Absolute difference (and its 95% confidence interval) in BMI z-score between the highest versus lowest category of maternal education in girls and boys

Table 2 shows the BMI z-score change per increase in category of maternal education. In model 1, children of the most educated mothers had a lower BMI trajectory than children of the least educated mothers up to age 1 year. The greatest differences between socioeconomic groups were observed at ages 34 months to 7 years: 0.02 higher BMI z-scores per category of maternal education (95% CI: 0, 0.03; p for trend = 0.01) among girls and 0.03 z-scores (95% CI: 0.01, 0.04; p for trend < 0.001) among boys. Overall, children of the most educated mothers had a higher BMI trajectory than children of the least educated mothers after age 3 years. Findings were similar for children with (Table 2), and without complete data (Web Table 3).

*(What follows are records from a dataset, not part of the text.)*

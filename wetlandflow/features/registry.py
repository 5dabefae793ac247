"""The feature registry: named feature functions grouped by domain, with what each needs.

A feature function takes a :class:`FeatureInputs` (the aligned inputs of a run)
and keyword parameters, and returns a DataArray or a Dataset on the grid.  A
DataArray with a ``season`` dimension becomes one cube variable per season
(``ndvi_summer``).  Each feature declares the inputs (``needs``), optical bands
(``bands``) and SAR polarisations (``pols``) it reads, so a run computes what its
inputs allow and says why it skips the rest.  Users add their own with
:func:`feature`, in a notebook or in a file named in the project file
(``[features] plugins = ["my_indices.py"]``)::

    import wetlandflow

    @wetlandflow.feature("green_red_ratio", needs=("composite",), bands=("green", "red"))
    def green_red_ratio(inputs):
        \"\"\"Green / red ratio of the seasonal composites.\"\"\"
        r = inputs.composite["reflectance"]
        return r.sel(band="green", drop=True) / r.sel(band="red", drop=True)

and select them by name in the project file like the built-in ones (features of
a plugin file join the default selection).  A user feature's output may carry
``units``, ``long_name``, ``formula`` and ``reference`` attrs; missing ones are
filled in (``units = "unspecified"``, the method naming the function).
"""

from __future__ import annotations

import importlib.util
import inspect
import sys
from collections.abc import Callable, Sequence
from dataclasses import dataclass, field
from pathlib import Path
from typing import Any

import xarray as xr

from .._provenance import DOMAINS
from ..errors import ProjectFileError
from ..inputs.layers import FeatureInputs  # noqa: F401  (re-exported: feature functions take it)
from ..inputs.project import Project

NEEDS = ("composite", "optical", "sar", "dem", "aoi")
# Selection keyword: the default set (every built-in feature the inputs can compute, plus plugin features).
DEFAULT_KEYWORD = "default"
_INPUT_WORDS = {"optical": "optical scenes ([[optical]])", "composite": "optical scenes ([[optical]])",
                "sar": "SAR scenes ([[sar]])", "dem": "a DEM ([dem])", "aoi": "an AOI"}


@dataclass(frozen=True)
class Availability:
    """What a run's inputs offer: which inputs, optical bands, SAR polarisations and seasons."""

    inputs: frozenset[str]
    bands: tuple[str, ...] = ()
    pols: tuple[str, ...] = ()
    seasons: tuple[str, ...] = ()
    sensor: str = ""

    @classmethod
    def from_project(cls, project: Any) -> Availability:
        """From the project file alone (no raster is read)."""
        have = {"aoi"}
        if project.optical:
            have |= {"optical", "composite"}
        if project.sar:
            have.add("sar")
        if project.dem is not None:
            have.add("dem")
        return cls(frozenset(have), tuple(project.optical[0].bands) if project.optical else (),
                   tuple(project.sar[0].bands) if project.sar else (), tuple(project.seasons),
                   project.optical[0].sensor if project.optical else "")

    @classmethod
    def from_inputs(cls, inputs: FeatureInputs) -> Availability:
        """From the aligned inputs of a run."""
        have = {n for n in ("optical", "sar", "dem", "aoi") if getattr(inputs, n) is not None}
        if inputs.optical is not None:
            have.add("composite")
        bands = tuple(str(b) for b in inputs.optical["band"].values) if inputs.optical is not None else ()
        pols = tuple(str(p) for p in inputs.sar["pol"].values) if inputs.sar is not None else ()
        sensor = inputs.optical.attrs.get("sensor", "") if inputs.optical is not None else ""
        return cls(frozenset(have), bands, pols, tuple(inputs.seasons), "" if sensor == "unnamed" else sensor)


@dataclass(frozen=True)
class FeatureDef:
    name: str
    domain: str
    func: Callable[..., xr.DataArray | xr.Dataset]
    needs: tuple[str, ...]
    description: str
    defaults: dict[str, Any]
    bands: tuple[str, ...] = ()
    pols: tuple[str, ...] = ()
    default: bool = True
    check: Callable[[Availability, dict[str, Any]], str | None] | None = field(default=None, compare=False)
    origin: str = "builtin"

    def missing(self, avail: Availability, params: dict[str, Any] | None = None) -> str | None:
        """Why the inputs cannot compute this feature (None when they can)."""
        lacking = [n for n in self.needs if n not in avail.inputs]
        if lacking:
            words = ", ".join(dict.fromkeys(_INPUT_WORDS[n] for n in lacking))
            return f"needs {words}, which the project lacks"
        bands = [b for b in self.bands if b not in avail.bands]
        if bands:
            who = f"sensor {avail.sensor}" if avail.sensor else "the optical scenes"
            return (f"needs band{'s' if len(bands) > 1 else ''} {', '.join(bands)}, which {who} "
                    f"lack{'s' if avail.sensor else ''} (bands: {', '.join(avail.bands)})")
        pols = [p for p in self.pols if p not in avail.pols]
        if pols:
            return f"needs polarisation {', '.join(pols)}; the SAR scenes have {', '.join(avail.pols)}"
        if self.check is not None:
            return self.check(avail, {**self.defaults, **(params or {})})
        return None


REGISTRY: dict[str, FeatureDef] = {}


def feature(name: str, *, domain: str = "user", needs: Sequence[str] = (), bands: Sequence[str] = (),
            pols: Sequence[str] = (), default: bool = True,
            check: Callable[[Availability, dict[str, Any]], str | None] | None = None, replace: bool = False):
    """Decorator registering a feature function under ``name`` in ``domain``.

    Parameters
    ----------
    name : str
        The name used in ``[features] select`` and as the cube variable (or its prefix).
    domain : str
        One of ``optical``, ``sar``, ``terrain``, ``user`` (the default).
    needs : sequence of str
        Inputs the function reads from :class:`FeatureInputs`: any of ``composite`` (the seasonal
        composites, computed before the call), ``optical``, ``sar``, ``dem``, ``aoi``.
    bands, pols : sequence of str
        Optical bands (portable names) and SAR polarisations the function reads.
    default : bool
        Part of its domain's default selection (a feature outside it runs when named).
    check : callable, optional
        ``check(availability, params) -> reason or None`` for needs that depend on parameters.
    replace : bool
        Redefine an existing name (a file registered again, e.g. a notebook cell run twice, may always).

    The function's keyword defaults become the feature's default parameters; a
    project file overrides them in ``[features.params.<name>]``.
    """
    if domain not in DOMAINS:
        raise ValueError(f"domain must be one of {DOMAINS}, got {domain!r}")
    bad = [n for n in needs if n not in NEEDS]
    if bad:
        raise ValueError(f"unknown input(s) {bad}; a feature may need any of {NEEDS}")
    reads_optical = "optical" in needs or "composite" in needs
    needs = tuple(needs) + (("optical",) if bands and not reads_optical else ())
    needs += ("sar",) if pols and "sar" not in needs else ()

    def wrap(func: Callable[..., Any]) -> Callable[..., Any]:
        old = REGISTRY.get(name)
        same_source = old is not None and _source_of(old.func) == _source_of(func)
        if old is not None and not replace and old.func is not func and not same_source:
            raise ValueError(f"feature {name!r} is already registered (by {old.origin}); pass replace=True "
                             "to "
                             "redefine it, or choose another name")
        sig = inspect.signature(func)
        empty = inspect.Parameter.empty
        defaults = {k: p.default for k, p in sig.parameters.items() if p.default is not empty}
        doc = (inspect.getdoc(func) or name).splitlines()[0]
        origin = "builtin" if func.__module__.startswith("wetlandflow.") else _source_of(func)
        REGISTRY[name] = FeatureDef(name, domain, func, tuple(needs), doc, defaults, tuple(bands),
                                    tuple(pols),
                                    default, check, origin)
        return func

    return wrap


def _source_of(func: Callable[..., Any]) -> str:
    return f"{getattr(func, '__module__', '?')}.{getattr(func, '__qualname__', '?')}@" \
           f"{getattr(getattr(func, '__code__', None), 'co_filename', '?')}"


def load_plugins(paths: Sequence[str | Path]) -> list[str]:
    """Run the Python files named in ``[features] plugins``; return the feature names they register.

    Each file is imported as a module of its own (``wetlandflow_plugin_<stem>``); its
    :func:`feature`-decorated functions register themselves.  Loading a file again replaces its features.
    """
    names: list[str] = []
    for i, path in enumerate(paths):
        path = Path(path)
        key = f"features.plugins[{i}]"
        if not path.exists():
            raise ProjectFileError(f"plugin file not found: {path}; relative paths are resolved against the "
                                   "project file's folder", key=key)
        before = {n: d.func for n, d in REGISTRY.items()}
        mod_name = f"wetlandflow_plugin_{path.stem}"
        spec = importlib.util.spec_from_file_location(mod_name, path)
        module = importlib.util.module_from_spec(spec)
        sys.modules[mod_name] = module
        try:
            spec.loader.exec_module(module)
        except Exception as exc:  # the user's code: say which file and what it raised
            raise ProjectFileError(f"the plugin {path.name} raised {type(exc).__name__}: {exc}; fix the file "
                                   "(run it in a notebook to see the traceback)", key=key) from exc
        found = [n for n, d in REGISTRY.items() if before.get(n) is not d.func]
        if not found:
            raise ProjectFileError(f"the plugin {path.name} registers no feature; decorate its functions "
                                   "with "
                                   "@wetlandflow.feature(\"name\", needs=(...), bands=(...))", key=key)
        names += found
    return names


def default_selection(avail: Availability, plugin_names: Sequence[str] = ()) -> list[str]:
    """Every built-in feature the inputs can compute, then the plugins' features.

    ``band_medians`` (the raw seasonal band values) joins when the bands allow fewer than three of the
    other optical features (RGB or RGB+NIR data), so an optical project never goes without optical features.
    """
    chosen = [n for n, d in REGISTRY.items() if d.origin == "builtin" and d.default]
    optical = [n for n in chosen if REGISTRY[n].domain == "optical" and REGISTRY[n].missing(avail) is None]
    if "band_medians" in REGISTRY and "optical" in avail.inputs and len(optical) < 3:
        chosen.append("band_medians")
    return chosen + [n for n in plugin_names if n not in chosen]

Table 2 Mean difference in BMI-for-age z-score per increase in category of maternal education, N = 12,385 (estimated from multilevel models)

Using the precise model coefficients, we predicted absolute differences in z-score in the highest versus lowest categories of education. After adjusting for trial arm and geographical location (model 1), children born to mothers in the highest versus lowest categories had higher mean BMI z-scores at age 7 by 0.11 z-scores (95% CI: 0.03, 0.19) among girls and 0.18 z-scores (95% CI: 0.1, 0.27) among boys. These differences at age 7 years are equivalent to differences in BMI of 0.19 and 0.26 kg/m2, respectively, for a child of average height at 7 years. After adjusting for parental BMI (model 2), differences in mean BMI z-score at 7 years attenuated to 0.08 z-scores (95% CI: 0, 0.16) among girls and 0.16 z-scores (95% CI: 0.07, 0.24) among boys. Little difference was seen between adjusting for mother’s or father’s BMI separately (Web Table 4). Further controlling for maternal smoking and number of older siblings (Table 2, model 3) also made little additional difference to the association between maternal education and BMI z-score trajectory after infancy [0.09 (95% CI: 0, 0.17) among girls and 0.15 (95% CI: 0.07, 0.23) among boys].

Associations of paternal education (Web Table 5) and highest household occupation (Web Table 6) with offspring BMI trajectories were similar to those observed for maternal education. In fully controlled models, girls at age 7 years in the highest versus lowest paternal education categories had BMI z-scores that were 0.05 z-scores (95% CI: −0.03, 0.13) higher, and those from non-manual versus manual household occupations were 0.08 z-scores (95% CI: 0.02, 0.13) higher. The corresponding differences for boys were 0.11 z-scores (95% CI: 0.02, 0.19) and 0.13 z-scores (95% CI: 0.08, 0.19), respectively. Multiple imputation of missing data in Web Tables 79 did not alter these conclusions.

Discussion

In this study of over 12,000 healthy children born at term in the Republic of Belarus, those born to the most educated mothers had BMI z-scores approximately 0.12 z-scores (equivalent to 38–43 g for a child with average birth length) heavier at birth than those born to the least educated mothers. BMI trajectories from ~3 to 7 years differed among socioeconomic groups; children of the most educated mothers had higher trajectories than those of the least educated mothers. Further adjusting for parental BMI explained only a part of these early-life differences. Findings were similar when we examined paternal education or highest household occupation as the exposures of interest.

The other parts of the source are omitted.